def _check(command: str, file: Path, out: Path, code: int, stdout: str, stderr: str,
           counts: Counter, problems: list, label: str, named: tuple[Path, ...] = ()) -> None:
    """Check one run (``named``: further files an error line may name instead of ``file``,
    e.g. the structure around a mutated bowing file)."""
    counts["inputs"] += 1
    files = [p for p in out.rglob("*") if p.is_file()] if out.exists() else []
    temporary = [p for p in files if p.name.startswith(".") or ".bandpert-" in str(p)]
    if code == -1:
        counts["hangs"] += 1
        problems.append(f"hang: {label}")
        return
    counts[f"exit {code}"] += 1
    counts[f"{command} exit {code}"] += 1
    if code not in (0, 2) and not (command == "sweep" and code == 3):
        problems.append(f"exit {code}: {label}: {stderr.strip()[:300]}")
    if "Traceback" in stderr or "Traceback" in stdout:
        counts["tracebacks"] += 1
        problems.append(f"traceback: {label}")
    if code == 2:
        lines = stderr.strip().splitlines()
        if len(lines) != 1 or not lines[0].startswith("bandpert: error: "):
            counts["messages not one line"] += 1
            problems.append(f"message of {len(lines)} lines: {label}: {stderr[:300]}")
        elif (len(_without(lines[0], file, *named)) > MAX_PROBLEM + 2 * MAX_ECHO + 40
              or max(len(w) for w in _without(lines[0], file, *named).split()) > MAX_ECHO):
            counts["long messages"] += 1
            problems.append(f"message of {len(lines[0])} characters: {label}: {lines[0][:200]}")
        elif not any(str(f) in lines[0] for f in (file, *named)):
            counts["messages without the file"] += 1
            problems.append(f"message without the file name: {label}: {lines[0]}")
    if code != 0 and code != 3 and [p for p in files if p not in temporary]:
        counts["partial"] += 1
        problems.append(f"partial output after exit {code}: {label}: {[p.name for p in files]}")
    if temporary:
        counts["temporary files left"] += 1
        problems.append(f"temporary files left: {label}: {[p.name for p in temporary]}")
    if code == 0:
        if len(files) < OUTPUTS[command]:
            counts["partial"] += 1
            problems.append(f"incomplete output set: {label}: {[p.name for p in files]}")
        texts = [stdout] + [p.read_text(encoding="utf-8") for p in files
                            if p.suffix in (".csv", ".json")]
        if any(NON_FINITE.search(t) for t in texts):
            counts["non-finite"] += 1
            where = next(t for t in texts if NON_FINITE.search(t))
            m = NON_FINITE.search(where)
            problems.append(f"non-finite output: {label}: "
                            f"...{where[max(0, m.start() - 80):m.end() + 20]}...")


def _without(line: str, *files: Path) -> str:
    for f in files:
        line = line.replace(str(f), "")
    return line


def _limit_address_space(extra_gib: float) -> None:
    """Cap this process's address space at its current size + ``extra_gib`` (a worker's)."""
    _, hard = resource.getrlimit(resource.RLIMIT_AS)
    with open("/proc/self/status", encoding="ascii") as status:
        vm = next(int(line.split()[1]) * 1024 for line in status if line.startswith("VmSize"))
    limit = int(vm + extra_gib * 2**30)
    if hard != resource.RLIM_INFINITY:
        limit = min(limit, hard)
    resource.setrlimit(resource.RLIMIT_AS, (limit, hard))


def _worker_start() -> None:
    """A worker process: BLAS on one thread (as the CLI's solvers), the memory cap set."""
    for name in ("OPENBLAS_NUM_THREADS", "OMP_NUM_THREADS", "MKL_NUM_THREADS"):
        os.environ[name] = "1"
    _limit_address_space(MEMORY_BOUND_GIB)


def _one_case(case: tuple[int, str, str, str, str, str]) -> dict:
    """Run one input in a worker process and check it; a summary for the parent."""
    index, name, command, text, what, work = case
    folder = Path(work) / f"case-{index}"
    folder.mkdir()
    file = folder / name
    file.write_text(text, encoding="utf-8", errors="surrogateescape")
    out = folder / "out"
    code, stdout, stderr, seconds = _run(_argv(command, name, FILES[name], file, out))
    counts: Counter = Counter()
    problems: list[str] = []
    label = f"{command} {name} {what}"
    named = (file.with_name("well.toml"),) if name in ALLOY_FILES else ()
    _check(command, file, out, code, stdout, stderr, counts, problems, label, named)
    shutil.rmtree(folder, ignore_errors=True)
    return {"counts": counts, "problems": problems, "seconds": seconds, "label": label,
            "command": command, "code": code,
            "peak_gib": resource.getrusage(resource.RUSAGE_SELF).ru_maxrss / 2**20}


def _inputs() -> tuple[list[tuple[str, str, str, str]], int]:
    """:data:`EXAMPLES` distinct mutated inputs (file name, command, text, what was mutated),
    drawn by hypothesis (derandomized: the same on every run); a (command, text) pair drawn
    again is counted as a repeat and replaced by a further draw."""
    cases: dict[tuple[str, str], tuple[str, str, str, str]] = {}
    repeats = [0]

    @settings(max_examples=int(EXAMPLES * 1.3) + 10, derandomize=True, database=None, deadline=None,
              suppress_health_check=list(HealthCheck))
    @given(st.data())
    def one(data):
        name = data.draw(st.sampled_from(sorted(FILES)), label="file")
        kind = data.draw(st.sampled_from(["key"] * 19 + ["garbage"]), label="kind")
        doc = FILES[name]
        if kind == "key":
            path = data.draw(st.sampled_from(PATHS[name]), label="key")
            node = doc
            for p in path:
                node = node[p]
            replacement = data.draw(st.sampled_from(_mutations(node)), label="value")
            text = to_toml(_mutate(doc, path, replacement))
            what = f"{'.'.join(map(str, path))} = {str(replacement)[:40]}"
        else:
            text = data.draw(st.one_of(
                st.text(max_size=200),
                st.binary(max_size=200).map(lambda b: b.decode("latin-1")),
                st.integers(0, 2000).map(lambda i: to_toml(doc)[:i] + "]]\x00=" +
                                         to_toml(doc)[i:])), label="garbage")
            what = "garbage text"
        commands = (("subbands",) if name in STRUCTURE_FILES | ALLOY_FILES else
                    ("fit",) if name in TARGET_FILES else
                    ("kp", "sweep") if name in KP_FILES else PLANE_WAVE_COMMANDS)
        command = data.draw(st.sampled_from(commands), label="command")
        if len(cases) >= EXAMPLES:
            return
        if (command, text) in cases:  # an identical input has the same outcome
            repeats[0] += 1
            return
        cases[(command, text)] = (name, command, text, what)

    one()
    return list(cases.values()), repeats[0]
⁂
-- WORK ITEM --
Please return all lines from the records that hold the word "hard".

-- ANSWER SECTION --
    _, hard = resource.getrlimit(resource.RLIMIT_AS)
    if hard != resource.RLIM_INFINITY:
        limit = min(limit, hard)
    resource.setrlimit(resource.RLIMIT_AS, (limit, hard))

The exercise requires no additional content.